#### TASK INPUT
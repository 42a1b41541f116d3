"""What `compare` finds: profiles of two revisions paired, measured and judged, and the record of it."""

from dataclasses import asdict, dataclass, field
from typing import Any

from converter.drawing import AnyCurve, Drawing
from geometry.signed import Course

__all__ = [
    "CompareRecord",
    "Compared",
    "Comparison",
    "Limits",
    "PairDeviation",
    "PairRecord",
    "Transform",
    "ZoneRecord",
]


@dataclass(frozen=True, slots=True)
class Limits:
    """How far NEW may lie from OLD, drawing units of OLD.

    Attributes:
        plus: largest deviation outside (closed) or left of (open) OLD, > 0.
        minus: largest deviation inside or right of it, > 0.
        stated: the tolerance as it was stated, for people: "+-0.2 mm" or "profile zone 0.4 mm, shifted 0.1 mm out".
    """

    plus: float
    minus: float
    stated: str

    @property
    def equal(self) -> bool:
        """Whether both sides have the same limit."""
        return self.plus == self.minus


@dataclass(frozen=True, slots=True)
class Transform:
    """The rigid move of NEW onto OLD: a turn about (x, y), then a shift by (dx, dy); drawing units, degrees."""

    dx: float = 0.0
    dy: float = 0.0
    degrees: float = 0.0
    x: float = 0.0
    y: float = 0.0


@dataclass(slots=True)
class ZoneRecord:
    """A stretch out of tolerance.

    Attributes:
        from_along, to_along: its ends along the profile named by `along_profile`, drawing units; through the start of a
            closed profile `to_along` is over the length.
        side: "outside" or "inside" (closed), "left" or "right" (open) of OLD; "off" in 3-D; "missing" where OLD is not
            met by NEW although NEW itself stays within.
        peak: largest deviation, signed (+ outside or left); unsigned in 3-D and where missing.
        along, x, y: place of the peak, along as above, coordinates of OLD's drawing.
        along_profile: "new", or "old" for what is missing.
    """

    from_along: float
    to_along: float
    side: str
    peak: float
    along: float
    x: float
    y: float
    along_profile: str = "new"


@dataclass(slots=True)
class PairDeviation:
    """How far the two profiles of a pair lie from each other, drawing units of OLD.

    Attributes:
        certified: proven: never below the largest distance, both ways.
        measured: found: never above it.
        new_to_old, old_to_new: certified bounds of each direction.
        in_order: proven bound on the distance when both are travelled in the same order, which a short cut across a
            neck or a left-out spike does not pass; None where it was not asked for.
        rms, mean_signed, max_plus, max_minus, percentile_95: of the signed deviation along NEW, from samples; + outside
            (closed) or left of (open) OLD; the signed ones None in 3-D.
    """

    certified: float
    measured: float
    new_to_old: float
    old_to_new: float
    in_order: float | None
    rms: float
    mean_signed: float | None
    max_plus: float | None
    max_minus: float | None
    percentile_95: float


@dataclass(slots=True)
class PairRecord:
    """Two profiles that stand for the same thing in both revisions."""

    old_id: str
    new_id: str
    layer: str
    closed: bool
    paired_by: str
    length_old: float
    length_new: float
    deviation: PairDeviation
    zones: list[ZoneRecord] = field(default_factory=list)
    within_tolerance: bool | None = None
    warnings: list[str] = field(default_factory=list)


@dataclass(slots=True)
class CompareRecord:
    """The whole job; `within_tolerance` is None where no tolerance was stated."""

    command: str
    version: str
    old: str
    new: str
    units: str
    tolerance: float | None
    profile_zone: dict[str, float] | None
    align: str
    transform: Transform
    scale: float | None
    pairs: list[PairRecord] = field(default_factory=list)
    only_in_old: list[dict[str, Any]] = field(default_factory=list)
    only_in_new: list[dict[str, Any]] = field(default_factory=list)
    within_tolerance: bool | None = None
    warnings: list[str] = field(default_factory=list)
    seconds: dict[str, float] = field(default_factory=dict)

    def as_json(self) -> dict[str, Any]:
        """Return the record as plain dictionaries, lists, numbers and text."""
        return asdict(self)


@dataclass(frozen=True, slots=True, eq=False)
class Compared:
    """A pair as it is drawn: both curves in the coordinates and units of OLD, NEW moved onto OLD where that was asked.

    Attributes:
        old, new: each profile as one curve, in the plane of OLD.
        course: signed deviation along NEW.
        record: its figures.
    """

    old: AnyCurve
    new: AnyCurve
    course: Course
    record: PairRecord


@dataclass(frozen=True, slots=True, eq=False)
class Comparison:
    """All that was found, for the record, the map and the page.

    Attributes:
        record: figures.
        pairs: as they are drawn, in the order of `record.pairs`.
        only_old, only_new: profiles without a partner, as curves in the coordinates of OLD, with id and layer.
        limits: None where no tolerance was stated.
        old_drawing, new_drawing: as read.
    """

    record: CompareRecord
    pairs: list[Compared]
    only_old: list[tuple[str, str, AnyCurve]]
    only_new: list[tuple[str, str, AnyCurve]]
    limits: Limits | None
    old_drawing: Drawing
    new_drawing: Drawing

#### PROMPT
An exact copy of every record above is needed. Write it out word for word.

#### RESPONSE TO THE TASK
repository 42a1b41541f116d3
"""What `compare` finds: profiles of two revisions paired, measured and judged, and the record of it."""

from dataclasses import asdict, dataclass, field
from typing import Any

from converter.drawing import AnyCurve, Drawing
from geometry.signed import Course

__all__ = [
    "CompareRecord",
    "Compared",
    "Comparison",
    "Limits",
    "PairDeviation",
    "PairRecord",
    "Transform",
    "ZoneRecord",
]


@dataclass(frozen=True, slots=True)
class Limits:
    """How far NEW may lie from OLD, drawing units of OLD.

    Attributes:
        plus: largest deviation outside (closed) or left of (open) OLD, > 0.
        minus: largest deviation inside or right of it, > 0.
        stated: the tolerance as it was stated, for people: "+-0.2 mm" or "profile zone 0.4 mm, shifted 0.1 mm out".
    """

    plus: float
    minus: float
    stated: str

    @property
    def equal(self) -> bool:
        """Whether both sides have the same limit."""
        return self.plus == self.minus


@dataclass(frozen=True, slots=True)
class Transform:
    """The rigid move of NEW onto OLD: a turn about (x, y), then a shift by (dx, dy); drawing units, degrees."""

    dx: float = 0.0
    dy: float = 0.0
    degrees: float = 0.0
    x: float = 0.0
    y: float = 0.0


@dataclass(slots=True)
class ZoneRecord:
    """A stretch out of tolerance.

    Attributes:
        from_along, to_along: its ends along the profile named by `along_profile`, drawing units; through the start of a
            closed profile `to_along` is over the length.
        side: "outside" or "inside" (closed), "left" or "right" (open) of OLD; "off" in 3-D; "missing" where OLD is not
            met by NEW although NEW itself stays within.
        peak: largest deviation, signed (+ outside or left); unsigned in 3-D and where missing.
        along, x, y: place of the peak, along as above, coordinates of OLD's drawing.
        along_profile: "new", or "old" for what is missing.
    """

    from_along: float
    to_along: float
    side: str
    peak: float
    along: float
    x: float
    y: float
    along_profile: str = "new"


@dataclass(slots=True)
class PairDeviation:
    """How far the two profiles of a pair lie from each other, drawing units of OLD.

    Attributes:
        certified: proven: never below the largest distance, both ways.
        measured: found: never above it.
        new_to_old, old_to_new: certified bounds of each direction.
        in_order: proven bound on the distance when both are travelled in the same order, which a short cut across a
            neck or a left-out spike does not pass; None where it was not asked for.
        rms, mean_signed, max_plus, max_minus, percentile_95: of the signed deviation along NEW, from samples; + outside
            (closed) or left of (open) OLD; the signed ones None in 3-D.
    """

    certified: float
    measured: float
    new_to_old: float
    old_to_new: float
    in_order: float | None
    rms: float
    mean_signed: float | None
    max_plus: float | None
    max_minus: float | None
    percentile_95: float


@dataclass(slots=True)
class PairRecord:
    """Two profiles that stand for the same thing in both revisions."""

    old_id: str
    new_id: str
    layer: str
    closed: bool
    paired_by: str
    length_old: float
    length_new: float
    deviation: PairDeviation
    zones: list[ZoneRecord] = field(default_factory=list)
    within_tolerance: bool | None = None
    warnings: list[str] = field(default_factory=list)


@dataclass(slots=True)
class CompareRecord:
    """The whole job; `within_tolerance` is None where no tolerance was stated."""

    command: str
    version: str
    old: str
    new: str
    units: str
    tolerance: float | None
    profile_zone: dict[str, float] | None
    align: str
    transform: Transform
    scale: float | None
    pairs: list[PairRecord] = field(default_factory=list)
    only_in_old: list[dict[str, Any]] = field(default_factory=list)
    only_in_new: list[dict[str, Any]] = field(default_factory=list)
    within_tolerance: bool | None = None
    warnings: list[str] = field(default_factory=list)
    seconds: dict[str, float] = field(default_factory=dict)

    def as_json(self) -> dict[str, Any]:
        """Return the record as plain dictionaries, lists, numbers and text."""
        return asdict(self)


@dataclass(frozen=True, slots=True, eq=False)
class Compared:
    """A pair as it is drawn: both curves in the coordinates and units of OLD, NEW moved onto OLD where that was asked.

    Attributes:
        old, new: each profile as one curve, in the plane of OLD.
        course: signed deviation along NEW.
        record: its figures.
    """

    old: AnyCurve
    new: AnyCurve
    course: Course
    record: PairRecord


@dataclass(frozen=True, slots=True, eq=False)
class Comparison:
    """All that was found, for the record, the map and the page.

    Attributes:
        record: figures.
        pairs: as they are drawn, in the order of `record.pairs`.
        only_old, only_new: profiles without a partner, as curves in the coordinates of OLD, with id and layer.
        limits: None where no tolerance was stated.
        old_drawing, new_drawing: as read.
    """

    record: CompareRecord
    pairs: list[Compared]
    only_old: list[tuple[str, str, AnyCurve]]
    only_new: list[tuple[str, str, AnyCurve]]
    limits: Limits | None
    old_drawing: Drawing
    new_drawing: Drawing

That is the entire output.